2. Assign the definition to resources

To implement your policy definitions, you assign definitions to resources. A policy assignment is a policy definition that takes place within a specific scope. This scope could be a management group (a collection of multiple subscriptions), a single subscription, or a resource group.

Policy assignments are inherited by all child resources within that scope. If a policy is applied to a resource group, that policy is applied to all resources within that resource group. You can exclude a subscope from the policy assignment if there are specific child resources you need to be exempt from the policy assignment.

3. Review the evaluation results

When a condition is evaluated against your existing resources, each resource is marked as compliant or noncompliant. You can review the noncompliant policy results and take any action that's needed.

Policy evaluation happens about once per hour. If you make changes to your policy definition and create a policy assignment, that policy is evaluated over your resources within the hour.

What are Azure Policy initiatives?

An Azure Policy initiative is a way of grouping related policies into one set. The initiative definition contains all of the policy definitions to help track your compliance state for a larger goal.

For example, Azure Policy includes an initiative named Enable Monitoring in Azure Security Center. Its goal is to monitor all of the available security recommendations for all Azure resource types in Azure Security Center.

Under this initiative, the following policy definitions are included:

  • Monitor unencrypted SQL Database in Security Center

    This policy monitors for unencrypted SQL databases and servers.

  • Monitor OS vulnerabilities in Security Center

    This policy monitors servers that don't satisfy the configured OS vulnerability baseline.

  • Monitor missing Endpoint Protection in Security Center

    This policy monitors for servers that don't have an installed endpoint protection agent.

In fact, the Enable Monitoring in Azure Security Center initiative contains over 100 separate policy definitions.

Azure Policy also includes initiatives that support regulatory compliance standards such as HIPAA and ISO 27001.

How do I define an initiative?

You define initiatives by using the Azure portal or by using command-line tools. From the Azure portal, you can search the list of built-in initiatives that are already provided by Azure. You also can create your own custom policy definition.

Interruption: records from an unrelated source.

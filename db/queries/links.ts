import { and, eq, isNull, lt } from "drizzle-orm";
import type { Database } from "../client";
import { type LinkKind, links } from "../schema/sign-in";

export type LinkRow = typeof links.$inferSelect;

export function insertLink(db: Database, link: LinkRow): void {
  db.insert(links).values(link).run();
}

export function linkByHash(db: Database, hash: string): LinkRow | undefined {
  return db.select().from(links).where(eq(links.hash, hash)).get();
}

/** Notes a link as followed; false where it was followed before. */
export function markLinkUsed(db: Database, id: string, at: number): boolean {
  return (
    db
      .update(links)
      .set({ usedAt: at })
      .where(and(eq(links.id, id), isNull(links.usedAt)))
      .run().changes > 0
  );
}

/** Ends the links of a person that nobody followed, all or those of one kind. */
export function voidLinks(db: Database, personId: string, at: number, kind?: LinkKind): void {
  db.update(links)
    .set({ usedAt: at })
    .where(
      and(
        eq(links.personId, personId),
        isNull(links.usedAt),
        kind === undefined ? undefined : eq(links.kind, kind),
      ),
    )
    .run();
}

export function forgetLinks(db: Database, at: number): number {
  return db.delete(links).where(lt(links.expiresAt, at)).run().changes;
}
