import { and, desc, eq, inArray, lt, ne, or, sql } from "drizzle-orm";
import type { Database } from "../client";
import { fields, outlines } from "../schema/fields";

export type FieldRow = typeof fields.$inferSelect;
export type NewField = typeof fields.$inferInsert;
export type FieldStatus = FieldRow["status"];
export type FieldProgress = NonNullable<FieldRow["progress"]>;

const OPEN: FieldStatus[] = ["queued", "running"];

export function insertField(db: Database, row: NewField): void {
  db.insert(fields).values(row).run();
}

export function fieldOfOwner(db: Database, owner: string, id: string): FieldRow | undefined {
  return db
    .select()
    .from(fields)
    .where(and(eq(fields.id, id), eq(fields.owner, owner)))
    .get();
}

export function fieldById(db: Database, id: string): FieldRow | undefined {
  return db.select().from(fields).where(eq(fields.id, id)).get();
}

/** The solution that stored a record, while it is kept. */
export function fieldOfRecord(db: Database, recordId: string): FieldRow | undefined {
  return db.select().from(fields).where(eq(fields.recordId, recordId)).get();
}

/** How many solutions of an owner wait or run. */
export function countOpenFields(db: Database, owner?: string): number {
  const row = db
    .select({ count: sql<number>`count(*)` })
    .from(fields)
    .where(and(inArray(fields.status, OPEN), owner === undefined ? undefined : eq(fields.owner, owner)))
    .get();
  return row?.count ?? 0;
}

/** Takes open solutions whose claim has run out, or is this process's own from before; the smallest first. */
export function claimOpenFields(db: Database, process: string, now: number, until: number): FieldRow[] {
  return db
    .update(fields)
    .set({ claimedBy: process, claimedUntil: until, status: "queued" })
    .where(
      and(
        inArray(fields.status, OPEN),
        lt(fields.claimedUntil, now),
        or(ne(fields.claimedBy, process), sql`${fields.claimedBy} is null`),
      ),
    )
    .returning()
    .all()
    .sort((a, b) => a.size - b.size || a.createdAt - b.createdAt);
}

/** Keeps the claims of a process alive. */
export function extendClaims(db: Database, process: string, until: number): void {
  db.update(fields)
    .set({ claimedUntil: until })
    .where(and(inArray(fields.status, OPEN), eq(fields.claimedBy, process)))
    .run();
}

/** Hands everything that is not finished back, for the next process. */
export function releaseClaims(db: Database, process: string): void {
  db.update(fields)
    .set({ claimedBy: null, claimedUntil: 0, status: "queued" })
    .where(and(inArray(fields.status, OPEN), eq(fields.claimedBy, process)))
    .run();
}

/** Changes an open solution; false where it is finished or cancelled already. */
export function updateOpenField(
  db: Database,
  id: string,
  change: Partial<
    Pick<NewField, "status" | "progress" | "result" | "failure" | "finishedAt" | "recordId" | "claimedUntil">
  >,
): boolean {
  return (
    db
      .update(fields)
      .set(change)
      .where(and(eq(fields.id, id), inArray(fields.status, OPEN)))
      .run().changes > 0
  );
}

export function deleteField(db: Database, id: string): void {
  db.delete(fields).where(eq(fields.id, id)).run();
}

export interface OutlineRow {
  readonly id: string;
  readonly owner: string;
  readonly createdAt: number;
  readonly content: string;
}

export function insertOutline(db: Database, row: OutlineRow): void {
  db.insert(outlines).values(row).run();
}

export function outlineOfOwner(db: Database, owner: string, id: string): OutlineRow | undefined {
  return db
    .select()
    .from(outlines)
    .where(and(eq(outlines.id, id), eq(outlines.owner, owner)))
    .get();
}

/** Outlines of an owner, newest first. */
export function outlinesOfOwner(db: Database, owner: string, limit: number): OutlineRow[] {
  return db
    .select()
    .from(outlines)
    .where(eq(outlines.owner, owner))
    .orderBy(desc(outlines.createdAt), desc(outlines.id))
    .limit(limit)
    .all();
}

The following image shows a few example Azure Policy initiatives in the Azure portal.

Screenshot showing Azure portal defining initiatives and definitions.

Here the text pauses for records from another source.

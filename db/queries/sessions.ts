import { and, desc, eq, gt, isNull, lt, ne, or, type SQL, sql } from "drizzle-orm";
import { type Database, prepared } from "../client";
import { sessions } from "../schema/sign-in";

export type SessionRow = typeof sessions.$inferSelect;

export function insertSession(db: Database, session: SessionRow): void {
  db.insert(sessions).values(session).run();
}

export function sessionById(db: Database, id: string): SessionRow | undefined {
  return prepared(db, "sessions.byId", (db) =>
    db
      .select()
      .from(sessions)
      .where(eq(sessions.id, sql.placeholder("id")))
      .prepare(),
  ).get({ id });
}

/** The sessions of a person that are open at `now` and were used after `idleSince`, the latest first. */
export function openSessions(db: Database, personId: string, now: number, idleSince: number): SessionRow[] {
  return db
    .select()
    .from(sessions)
    .where(
      and(
        eq(sessions.personId, personId),
        isNull(sessions.endedAt),
        gt(sessions.expiresAt, now),
        gt(sessions.lastSeenAt, idleSince),
      ),
    )
    .orderBy(desc(sessions.lastSeenAt))
    .all();
}

export function touchSession(db: Database, id: string, lastSeenAt: number, address: string): void {
  db.update(sessions).set({ lastSeenAt, address }).where(eq(sessions.id, id)).run();
}

export function chooseSessionTeam(db: Database, id: string, teamId: string | null): void {
  db.update(sessions).set({ teamId }).where(eq(sessions.id, id)).run();
}

/** Ends one session; false where it had ended before. */
export function endSessionRow(db: Database, id: string, endedAt: number): boolean {
  const ended = db
    .update(sessions)
    .set({ endedAt })
    .where(and(eq(sessions.id, id), isNull(sessions.endedAt)))
    .run();
  return ended.changes > 0;
}

/** Ends all sessions of a person, but perhaps one; tells how many. */
export function endSessionsOf(db: Database, personId: string, endedAt: number, except?: string): number {
  return db
    .update(sessions)
    .set({ endedAt })
    .where(
      and(
        eq(sessions.personId, personId),
        isNull(sessions.endedAt),
        except === undefined ? undefined : ne(sessions.id, except),
      ),
    )
    .run().changes;
}

/** Whether a person was signed in before, at all and with that device. */
export function knownDevice(
  db: Database,
  personId: string,
  device: string,
): { readonly any: boolean; readonly same: boolean } {
  const own = eq(sessions.personId, personId);
  const find = (condition: SQL | undefined) =>
    db.select({ id: sessions.id }).from(sessions).where(condition).limit(1).get() !== undefined;
  return { any: find(own), same: find(and(own, eq(sessions.device, device))) };
}

/** Forgets sessions that were over before `at`. */
export function forgetSessions(db: Database, at: number): number {
  return db
    .delete(sessions)
    .where(or(lt(sessions.expiresAt, at), lt(sessions.endedAt, at)))
    .run().changes;
}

How do I assign an initiative?

Like a policy assignment, an initiative assignment is an initiative definition that's assigned to a specific scope of a management group, a subscription, or a resource group.

Even if you have only a single policy, an initiative enables you to increase the number of policies over time. Because the associated initiative remains assigned, it's easier to add and remove policies without the need to change the policy assignment for your resources.